• _What the task asks_: The answer must consist only of the lines from the line with "both write to" to the line with "pub fn is_usage(&self)", both included, exactly as they stand below.

• _Provided data_:
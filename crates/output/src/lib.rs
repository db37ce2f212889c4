//! # baton-output: a command's output files, written all or nothing
//!
//! A command names its outputs up front ([`Outputs::open`]), fills each
//! ([`Outputs::write_with`]) and finally commits them together
//! ([`Outputs::commit`]). What a destination is decides how it is written:
//!
//! * `-` is standard output; at most one output of a command may use it
//!   (so is a path that is standard output, such as `/dev/stdout`);
//! * a regular file, or a name that does not exist yet, is written to a
//!   temporary file in the same directory and renamed onto it on commit, so a
//!   reader never sees half a file and a failed command leaves the old file;
//!   a symbolic link is followed, and its target (not the link) is replaced;
//! * anything else that exists (a device such as `/dev/null`, a FIFO) cannot
//!   be replaced and is written in place, after every regular file is ready.
//!
//! Commit order: every regular file is staged first (and, when asked for
//! with [`Outputs::durable`], flushed to the disk); then standard output and
//! the in-place destinations are written; only when all of that succeeded
//! are the staged files renamed onto their destinations. A failure at any
//! point before the renames leaves every regular destination as it was.
//!
//! It deliberately knows nothing about what the bytes are: reports, charts
//! and tables are made elsewhere.
#![warn(missing_docs)]

use std::fs;
use std::io::{self, Write};
use std::path::{Path, PathBuf};

use thiserror::Error;

/// Why outputs could not be written.
#[derive(Debug, Error)]
pub enum OutputError {
    /// Two options send their output to standard output.
    #[error("{first} and {second} both write to standard output; at most one output may use it")]
    TwoStdout {
        /// The first option.
        first: String,
        /// The second option.
        second: String,
    },
    /// Two options name the same file.
    #[error("{first} and {second} both write {path}")]
    SameFile {
        /// The first option.
        first: String,
        /// The second option.
        second: String,
        /// The file both name.
        path: String,
    },
    /// The destination cannot be written (the system's reason).
    #[error("cannot write {path}: {message}")]
    Write {
        /// The destination as the user gave it.
        path: String,
        /// The system's reason.
        message: String,
    },
}

impl OutputError {
    /// Whether the error is in how the command was called (exit status 2)
    /// rather than in writing (exit status 1).
    pub fn is_usage(&self) -> bool {
        matches!(self, OutputError::TwoStdout { .. } | OutputError::SameFile { .. })
    }
}

/// Where one output goes, after following symbolic links.
#[derive(Clone, Debug, PartialEq, Eq)]
pub enum Destination {
    /// Standard output (`-`, or a path that is the same file).
    Stdout,
    /// A regular file or a new one: staged beside `target` and renamed onto it.
    File {
        /// The file replaced (links followed).
        target: PathBuf,
    },
    /// A device, FIFO or other file that is not regular: written in place.
    InPlace {
        /// The destination (links followed).
        path: PathBuf,
    },
}

/// Most symbolic links followed for one path (as the system's own limit).
const MAX_LINKS: usize = 40;

fn write_error(path: &Path, e: impl std::fmt::Display) -> OutputError {
    OutputError::Write { path: path.display().to_string(), message: e.to_string() }
}

/// Paths the kernel resolves itself (`/proc/<pid>/fd/N`, `/dev/fd/N`): their
/// link text is not a path one can rename onto (`pipe:[1234]`).
fn resolved_by_kernel(p: &Path) -> bool {
    p.starts_with("/proc") || p.starts_with("/dev/fd")
}

/// Whether `m` describes the file standard output is connected to.
#[cfg(unix)]
fn is_stdout(m: &fs::Metadata) -> bool {
    use std::os::fd::AsFd;
    use std::os::unix::fs::MetadataExt;
    let Ok(fd) = io::stdout().as_fd().try_clone_to_owned() else { return false };
    let Ok(out) = fs::File::from(fd).metadata() else { return false };
    out.dev() == m.dev() && out.ino() == m.ino()
}

#[cfg(not(unix))]
fn is_stdout(_: &fs::Metadata) -> bool {
    false
}

/// Classifies `path` (see the crate documentation).
pub fn destination(path: &Path) -> Result<Destination, OutputError> {
    if path.as_os_str() == "-" {
        return Ok(Destination::Stdout);
    }
    let mut p = path.to_path_buf();
    for _ in 0..=MAX_LINKS {
        if resolved_by_kernel(&p) {
            let m = fs::metadata(&p).map_err(|e| write_error(path, e))?;
            if is_stdout(&m) {
                return Ok(Destination::Stdout);
            }
            if m.is_dir() {
                return Err(write_error(path, "it is a directory"));
            }
            return Ok(Destination::InPlace { path: p });
        }
        match fs::symlink_metadata(&p) {
            Err(e) if e.kind() == io::ErrorKind::NotFound => {
                let dir = parent(&p);
                return match fs::metadata(&dir) {
                    Ok(m) if m.is_dir() => Ok(Destination::File { target: p }),
                    Ok(_) => Err(write_error(path, format!("{} is not a directory", dir.display()))),
                    Err(e) => Err(write_error(path, format!("{}: {e}", dir.display()))),
                };
            }
            Err(e) => return Err(write_error(path, e)),
            Ok(m) if m.file_type().is_symlink() => {
                let link = fs::read_link(&p).map_err(|e| write_error(path, e))?;
                p = if link.is_absolute() { link } else { parent(&p).join(link) };
            }
            Ok(m) if m.is_file() => return Ok(Destination::File { target: p }),
            Ok(m) if m.is_dir() => return Err(write_error(path, "it is a directory")),
            Ok(_) => return Ok(Destination::InPlace { path: p }),
        }
    }
    Err(write_error(path, format!("more than {MAX_LINKS} symbolic links")))
}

• _Solution for this exercise_:
    #[error("{first} and {second} both write to standard output; at most one output may use it")]
    TwoStdout {
        /// The first option.
        first: String,
        /// The second option.
        second: String,
    },
    /// Two options name the same file.
    #[error("{first} and {second} both write {path}")]
    SameFile {
        /// The first option.
        first: String,
        /// The second option.
        second: String,
        /// The file both name.
        path: String,
    },
    /// The destination cannot be written (the system's reason).
    #[error("cannot write {path}: {message}")]
    Write {
        /// The destination as the user gave it.
        path: String,
        /// The system's reason.
        message: String,
    },
}

impl OutputError {
    /// Whether the error is in how the command was called (exit status 2)
    /// rather than in writing (exit status 1).
    pub fn is_usage(&self) -> bool {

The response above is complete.